WORK TO COMPLETE: Only the lines of the data holding the string "shown" need to be returned.

* * * * * * * * *

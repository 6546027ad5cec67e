import { describe, expect, it } from 'vitest';
import { readAddress, writeAddress } from './browse-filters-state';

describe('the filters in the address', () => {
  it('come back as they were written, without what is as by default', () => {
    const state = {
      filters: { compound: 'limonene', cut: 'heart', purityMin: '99' },
      sort: '-purity' as const,
    };
    const address = writeAddress(state);
    expect(address).toBe('compound=limonene&cut=heart&purityMin=99&sort=-purity');
    expect(readAddress(new URLSearchParams(address))).toEqual(state);
    expect(writeAddress({ filters: {}, sort: '-collectedAt' })).toBe('');
  });

  it('leave out what the API would refuse and ignore what is unknown', () => {
    const search = new URLSearchParams(
      'cut=middle&status=signed%20off&purityMin=many&page=3&sort=up&collectedFrom=soon',
    );
    expect(readAddress(search)).toEqual({ filters: { status: 'signed off' }, sort: '-collectedAt' });
  });
});
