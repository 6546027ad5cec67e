import { forgetEndedSessions } from '@/lib/auth/ended-sessions';
import { forgetOldKeys } from '@/lib/http/idempotency';
import { log } from '@/lib/log';
import { deliverDueMessages } from '@/lib/mail/deliver-due-messages';

const everyMs = 1_000;

/**
 * The small clock of the process: sends mail that is due and forgets old idempotency keys. Several app
 * instances may run it together, since each message is claimed by a row lock. Returns how to stop it.
 */
export function startHousekeeping(): () => Promise<void> {
  let round = 0;
  let current: Promise<void> = Promise.resolve();
  let busy = false;
  async function tick(): Promise<void> {
    try {
      await deliverDueMessages();
      if (round++ % 600 === 0) {
        await forgetOldKeys();
        await forgetEndedSessions();
      }
    } catch (error) {
      log().warn({ err: error }, 'housekeeping will try again');
    } finally {
      busy = false;
    }
  }
  const timer = setInterval(() => {
    if (busy) return;
    busy = true;
    current = tick();
  }, everyMs);
  return async () => {
    clearInterval(timer);
    await current;
  };
}
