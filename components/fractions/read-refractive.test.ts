import { describe, expect, it } from 'vitest';
import { readIndices, readRefractive } from './read-refractive';

const texts = {
  readings: '1,3721 1.3722',
  temperatureC: '27,3',
  waterReading: '',
  waterTemperatureC: '',
  instrument: '',
};

describe('refractometer readings as they are typed', () => {
  it('are read with comma or point, parted by spaces, semicolons or line ends', () => {
    expect(readIndices('1,3721; 1.3722\n1.3720')).toEqual([1.3721, 1.3722, 1.372]);
    expect(readRefractive(texts)).toEqual({
      body: { readings: [1.3721, 1.3722], temperatureC: 27.3 },
      problem: null,
    });
  });
  it('are refused without a temperature, without a reading, or with a word among them', () => {
    expect(readRefractive({ ...texts, temperatureC: '' }).problem).toContain('temperature');
    expect(readRefractive({ ...texts, readings: ' ' }).problem).toContain('readings');
    expect(readRefractive({ ...texts, readings: '1.3721 about' }).problem).toContain('no number');
  });
});
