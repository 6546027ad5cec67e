'use client';
import { buttonClass } from '@/components/ui/button-class';
import { useCompoundName } from './browse-filters';
import { filterLabels, filterNames, type FilterName, type Filters } from './browse-filters-state';

type BrowseChipsProps = {
  filters: Filters;
  groups: readonly { id: string; name: string }[];
  onClear: (name: FilterName) => void;
  onClearAll: () => void;
};

/** The filters that are on, each with a press to take it off. */
export function BrowseChips({ filters, groups, onClear, onClearAll }: BrowseChipsProps) {
  const compound = useCompoundName(filters.compound);
  const on = filterNames.filter((name) => filters[name]);
  if (on.length === 0) return null;
  const shown = (name: FilterName) => {
    if (name === 'compound') return compound ?? 'chosen compound';
    if (name === 'group') return groups.find((group) => group.id === filters.group)?.name ?? 'chosen group';
    return `${filters[name]}${name === 'purityMin' ? ' %' : ''}`;
  };
  return (
    <ul aria-label="Filters that are on" className="flex flex-wrap gap-2">
      {on.map((name) => (
        <li key={name}>
          <button
            type="button"
            className={buttonClass('secondary', 'font-normal')}
            onClick={() => onClear(name)}
          >
            <span>
              {filterLabels[name]}: <strong>{shown(name)}</strong>
            </span>
            <span aria-hidden="true">×</span>
            <span className="sr-only">, take this filter off</span>
          </button>
        </li>
      ))}
      {on.length > 1 ? (
        <li>
          <button type="button" className={buttonClass('quiet')} onClick={onClearAll}>
            Clear all
          </button>
        </li>
      ) : null}
    </ul>
  );
}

* * * * * * * * *

RESULT:
  const shown = (name: FilterName) => {
              {filterLabels[name]}: <strong>{shown(name)}</strong>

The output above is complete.